Insights Gathered from the Visualizations: A large part of the discussions focused on what kind of insights can be gathered from the visualizations and from the data set that we are generating in Trading Consequences. Some historians made a point that what the visualizations really represent is the rhetoric around commodity trading in the 19th century: what is shown is where and when adialogue about particular commodities took place; the visualizations do not necessarily provide information about the occurrence of commodities in certain locations or amounts that were traded from one location to the other. This raises the question of how we can clarify what the visualizations represent exactly and what kind of data they are based on (e.g., by adding more elaborate legends). One perceived strength of the visualizations that was mentioned is the fact that they provide an overview of the documents from a meta-level, in at a scale that humans do not have the capacity of.

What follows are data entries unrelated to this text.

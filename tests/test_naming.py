"""IUPAC additive names (enumerator.analyses.names) against printed names.

Sources: Nomenclature of Inorganic Chemistry, IUPAC Recommendations 2005
("Red Book"), read in a stored copy of the printed book, cited by section
and example; Wikipedia, "Polyhedral symbol" (a secondary source that
paraphrases the Red Book); and names recalled from the Red Book and the
textbooks, marked 'from memory'.
"""

from __future__ import annotations

import json

import pytest
from click.testing import CliRunner

from enumerator.analyses.descriptors import DescriptorAnalysis
from enumerator.analyses.names import additive_name, ligand_sort_key
from enumerator.cli import cli as main_cli
from enumerator.parse.condensed import parse_condensed
from enumerator.rules.ruleset import load_rules
from enumerator.workflow.pipeline import analyse

R = load_rules()


def _names(formula: str, geometry: str | None = None) -> dict[str, str]:
    res = analyse(formula, geometry=geometry)
    a = res.analysis(DescriptorAnalysis)
    return {a.get(k).text: v for k, v in a.names}


def _name(formula: str, descriptor: str | None = None) -> str:
    n = additive_name(parse_condensed(formula, R), R, descriptor)
    assert n.name, n.reason
    return n.name


def test_printed_trinitro_triammine_names():
    # Red Book IR-9.3.3.4, Examples 2 and 3 (book p. 183):
    # mer-[Co(NH3)3(NO2)3] is (OC-6-21)-triamminetrinitrito-κN-cobalt(III)
    names = _names("[Co(NH3)3(NO2)3]")
    assert names["OC-6-21"] == "(OC-6-21)-triamminetrinitrito-κN-cobalt(III)"
    assert names["OC-6-22"] == "(OC-6-22)-triamminetrinitrito-κN-cobalt(III)"


def test_printed_trichlorido_triammine_name():
    # Red Book p. 35 (italic capitals in polyhedral symbols), Example 4:
    # [CoCl3(NH3)3] (OC-6-22)-triamminetrichloridocobalt(III)
    assert _names("[CoCl3(NH3)3]")["OC-6-22"] == "(OC-6-22)-triamminetrichloridocobalt(III)"


def test_printed_bis_glycinato_platinum():
    # Red Book p. 35, item (d), Example 3: cis-bis(glycinato-κN,κO)platinum
    # (printed without the oxidation number, which the tool always gives)
    names = _names("[Pt(gly)2]", "SP-4")
    assert all("bis(glycinato-κN,κO)platinum(II)" in n for n in names.values())


def test_acetonitrile_pyridine_platinum():
    # Wikipedia, "Polyhedral symbol" (paraphrasing IR-9.3.3.3):
    # (SP-4-1)-(acetonitrile)dichlorido(pyridine)platinum(II); organic ligand
    # names are enclosed even when single
    assert _names("[PtCl2(NCMe)(py)]", "SP-4")["SP-4-1"] == "(SP-4-1)-(acetonitrile)dichlorido(pyridine)platinum(II)"


@pytest.mark.parametrize(
    "formula, name",
    [
        # all from memory (Red Book IR-9.2 style; Housecroft & Sharpe, ch. 19-24)
        ("[Fe(CN)6]4-", "hexacyanidoferrate(II)"),
        ("[Fe(CN)6]3-", "hexacyanidoferrate(III)"),
        ("[Ni(CO)4]", "tetracarbonylnickel(0)"),
        ("[Cr(CO)6]", "hexacarbonylchromium(0)"),
        ("[V(CO)6]-", "hexacarbonylvanadate(−I)"),
        ("[Co(NH3)5Cl]2+", "pentaamminechloridocobalt(III)"),
        ("[Co(NH3)6]3+", "hexaamminecobalt(III)"),
        ("[Cu(H2O)6]2+", "hexaaquacopper(II)"),
        ("[PtCl4]2-", "tetrachloridoplatinate(II)"),
        ("[Ag(CN)2]-", "dicyanidoargentate(I)"),
        ("[AuCl4]-", "tetrachloridoaurate(III)"),
        ("[Fe(Cp)2]", "bis(η5-cyclopentadienyl)iron(II)"),
        ("[Mn(Cp)(CO)3]", "tricarbonyl(η5-cyclopentadienyl)manganese(I)"),
        ("[Cr(C6H6)(CO)3]", "(η6-benzene)tricarbonylchromium(0)"),
        # nitrosyl: charge number (Ewens-Bassett), oxidation state left open
        ("[Fe(CN)5(NO)]2-", "pentacyanidonitrosylferrate(2−)"),
        ("[Co(NO)(CO)3]", "tricarbonylnitrosylcobalt"),
    ],
)
def test_textbook_names(formula, name):
    assert _name(formula) == name


def test_ordering_ignores_multiplying_prefixes_and_front_designators():
    # IR-9.2.2: alphanumerical order of the ligand names; the prefixes of the
    # complex (di, bis) do not count, but a ligand's own (tri in
    # triphenylphosphane) does; η and locants at the front are ignored (common practice)
    assert _name("[RuCl2(CO)2(PPh3)2]") == "dicarbonyldichloridobis(triphenylphosphane)ruthenium(II)"
    assert ligand_sort_key("η5-cyclopentadienyl") == "cyclopentadienyl"
    assert ligand_sort_key("2,2′-bipyridine") == "bipyridine"
    assert ligand_sort_key("N,N,N′,N′-tetramethylethane-1,2-diamine") == "tetramethylethanediamine"
    assert ligand_sort_key("tri-tert-butylphosphane").startswith("tri")


def test_enclosing_marks_nest():
    # IR-9.2.2.3 / P-16.5: ( ), then [ ( ) ], then { [ ( ) ] } (common practice)
    assert _name("[Co(dien)2]3+") == "bis[N-(2-aminoethyl)ethane-1,2-diamine]cobalt(III)"
    assert _name("[Mo(CO)4(dppe)]") == "tetracarbonyl[ethane-1,2-diylbis(diphenylphosphane)]molybdenum(0)"
    n = _name("[Mo(CO)3(triphos)]")
    assert n.startswith("tricarbonyl({2-[(diphenylphosphanyl)methyl]") and n.endswith(")molybdenum(0)")


def test_brackets_of_a_von_baeyer_name_are_not_enclosing_marks():
    # IUPAC 2005 IR-2.2 and P-16.5 (from memory): the brackets of bicyclo[2.2.1] belong to the ring name, so
    # nbd is enclosed in parentheses like any organic ligand name without enclosing marks of its own
    assert _name("[Mo(CO)4(nbd)]") == "(η4-bicyclo[2.2.1]hepta-2,5-diene)tetracarbonylmolybdenum(0)"
    assert "[η4-bicyclo" not in _name("[RhCl(nbd)(PPh3)]")


def test_descriptor_in_front_with_typographic_primes():
    # the descriptor goes in parentheses before the name (IR-9.3.2.1); primes
    # print as ′ (Red Book typography)
    names = _names("[Co(dien)2]3+")
    assert names["OC-6-1'2"] == "(OC-6-1′2)-bis[N-(2-aminoethyl)ethane-1,2-diamine]cobalt(III)"
    # one stereoisomer: no descriptor needed
    assert list(_names("[Ni(CO)4]").values()) == ["tetracarbonylnickel(0)"]


def test_no_name_is_explained():
    res = analyse("[Fe(CO)4(13CO)]", geometry="TBPY-5")
    a = res.analysis(DescriptorAnalysis)
    assert not a.names and "13CO" in a.name_note
    assert "names" in a.top_json()["descriptor_rules"]
    assert additive_name(analyse("Ma4b2").composition, R, None).name is None


def test_json_and_tables():
    runner = CliRunner()
    out = runner.invoke(main_cli, ["isomers", "[Co(NH3)3(NO2)3]", "--json"])
    assert out.exit_code == 0, out.output
    doc = json.loads(out.output)
    assert {i["name"] for i in doc["isomers"]} == {
        "(OC-6-21)-triamminetrinitrito-κN-cobalt(III)",
        "(OC-6-22)-triamminetrinitrito-κN-cobalt(III)",
    }
    # abstract letters: the key is there, null
    doc = json.loads(runner.invoke(main_cli, ["isomers", "Ma4b2", "--json"]).output)
    assert all(i["name"] is None for i in doc["isomers"])
    # the terminal table leaves the wide column out and lists the names below it
    text = runner.invoke(main_cli, ["isomers", "[Co(NH3)3(NO2)3]"]).output
    table_head = next(line for line in text.splitlines() if line.startswith("isomer"))
    assert "IUPAC name" not in table_head
    assert "IUPAC names" in text and "triamminetrinitrito-κN-cobalt(III)" in text


def test_element_names_are_read_only_and_checked(tmp_path):
    import pytest

    from enumerator.errors import RuleError
    from enumerator.rules.element_names import element_names

    names = element_names(R)
    assert names["Co"] == (
        "cobalt",
        "cobaltate",
    )  # anionic complexes take the -ate form (IUPAC 2005, IR-9.2.2; from memory)
    with pytest.raises(TypeError):
        names["Co"] = ("x", "y")  # type: ignore[index]
    (tmp_path / "element_names.toml").write_text('[[element]]\nsymbol = "Zz"\nname = "z1"\n', encoding="utf-8")
    with pytest.raises(RuleError) as exc:
        element_names(load_rules([tmp_path]))
    assert "element_names.toml" in exc.value.line()
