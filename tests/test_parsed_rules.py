"""The parsed twin of the built-in rule files (``rules/parsed.twin``) answers exactly as the TOML parser does.

The reference is Python's own :mod:`tomllib` (TOML 1.0.0): every document in
the twin must equal its parse, types included, and every built-in rule file
must have one (else: ``python -m enumerator.rules.parsed``).  A file whose
bytes differ from the twin's key is parsed as TOML, so an edited or a user's
file never gets a stale answer.
"""

from __future__ import annotations

import json
import shutil
import tomllib
from pathlib import Path

import pytest

from enumerator.errors import RuleError
from enumerator.rules.checks import read_toml
from enumerator.rules.ligands import load_ligands
from enumerator.rules.parsed import TWIN_NAME, _same, build, documents, lookup
from enumerator.rules.ruleset import BUILTIN_RULES, load_rules

TWIN = BUILTIN_RULES / TWIN_NAME


def _twin() -> list[tuple[str, str, str]]:
    with open(TWIN, encoding="utf-8", newline="") as fh:
        return documents(fh.read())


def test_every_builtin_rule_file_has_a_current_twin():
    texts = {source for _, source, _ in _twin()}
    stale = [
        p.relative_to(BUILTIN_RULES).as_posix()
        for p in sorted(BUILTIN_RULES.rglob("*.toml"))
        if p.read_bytes().decode("utf-8") not in texts
    ]
    assert not stale, f"rules/{TWIN_NAME} is stale for {stale}: run python -m enumerator.rules.parsed"


def test_every_twin_document_is_tomllibs_parse_types_included():
    # reference: tomllib (Python's TOML 1.0.0 parser), the parser read_toml uses
    entries = _twin()
    assert len(entries) == len(list(BUILTIN_RULES.rglob("*.toml")))
    for rel, source, doc in entries:
        raw = (BUILTIN_RULES / rel).read_bytes()
        assert raw.decode("utf-8") == source, rel
        want = tomllib.loads(raw.decode("utf-8-sig"))
        assert _same(json.loads(doc), want), rel
        assert _same(lookup(raw), want), rel


def test_twin_rebuilds_to_the_committed_one():
    with open(TWIN, encoding="utf-8", newline="") as fh:
        assert build(BUILTIN_RULES) == fh.read()


def test_a_malformed_twin_is_no_twin():
    assert documents("isosieve-parsed-rules 0\n") == []
    assert documents("isosieve-parsed-rules 1\nx.toml\t5\t2\nab") == []


def test_same_tells_types_apart():
    assert _same({"a": [1, 2.0, True]}, {"a": [1, 2.0, True]})
    assert not _same(1, 1.0) and not _same(True, 1) and not _same({"a": 1, "b": 2}, {"b": 2, "a": 1})


def test_lookup_gives_a_fresh_document_each_time():
    raw = (BUILTIN_RULES / "reporters.toml").read_bytes()
    a = lookup(raw)
    assert a is not None
    a.clear()
    assert lookup(raw)


def test_edited_or_unknown_bytes_are_parsed_as_toml(tmp_path: Path):
    raw = (BUILTIN_RULES / "reporters.toml").read_bytes()
    assert lookup(raw + b"\n# edited\n") is None
    f = tmp_path / "x.toml"
    f.write_bytes(b"a = 1\nb = [1.5, 'x']\n")
    assert lookup(f.read_bytes()) is None
    assert read_toml(f) == {"a": 1, "b": [1.5, "x"]}


def test_a_users_broken_rule_file_still_fails_at_load(tmp_path: Path):
    user = tmp_path / "rules"
    user.mkdir()
    (user / "ligands.toml").write_text("[[ligand]\nname = 'x'\n", encoding="utf-8")
    with pytest.raises(RuleError, match="TOML syntax error"):
        load_ligands(load_rules([user]))


def test_a_user_copy_of_a_builtin_file_reads_the_same(tmp_path: Path):
    user = tmp_path / "rules"
    user.mkdir()
    shutil.copy(BUILTIN_RULES / "reporters.toml", user / "reporters.toml")
    assert read_toml(user / "reporters.toml") == tomllib.loads((BUILTIN_RULES / "reporters.toml").read_text("utf-8"))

Reactions to our Approach: The historians at CHESS were generally positive about our approach of combining text mining and visualization to help research processes in environmental history and they clearly saw the potential. There was some skepticism of how much a tool like this can actually produce profound outcomes (e.g., because of the noise in the data), and the stability and performance of the visualization prototype has to be improved to support a fluid “dialog” with the data. Some historians appreciated the use of visualizations as a visual search engine that can help to identify relevant documents in the corpus. Others suggested to add visualizations that can help to analyze particular patterns in the data (e.g. relations between different commodity terms and how these have change over time. We are currently working on visualization prototypes that focus on this latter aspect.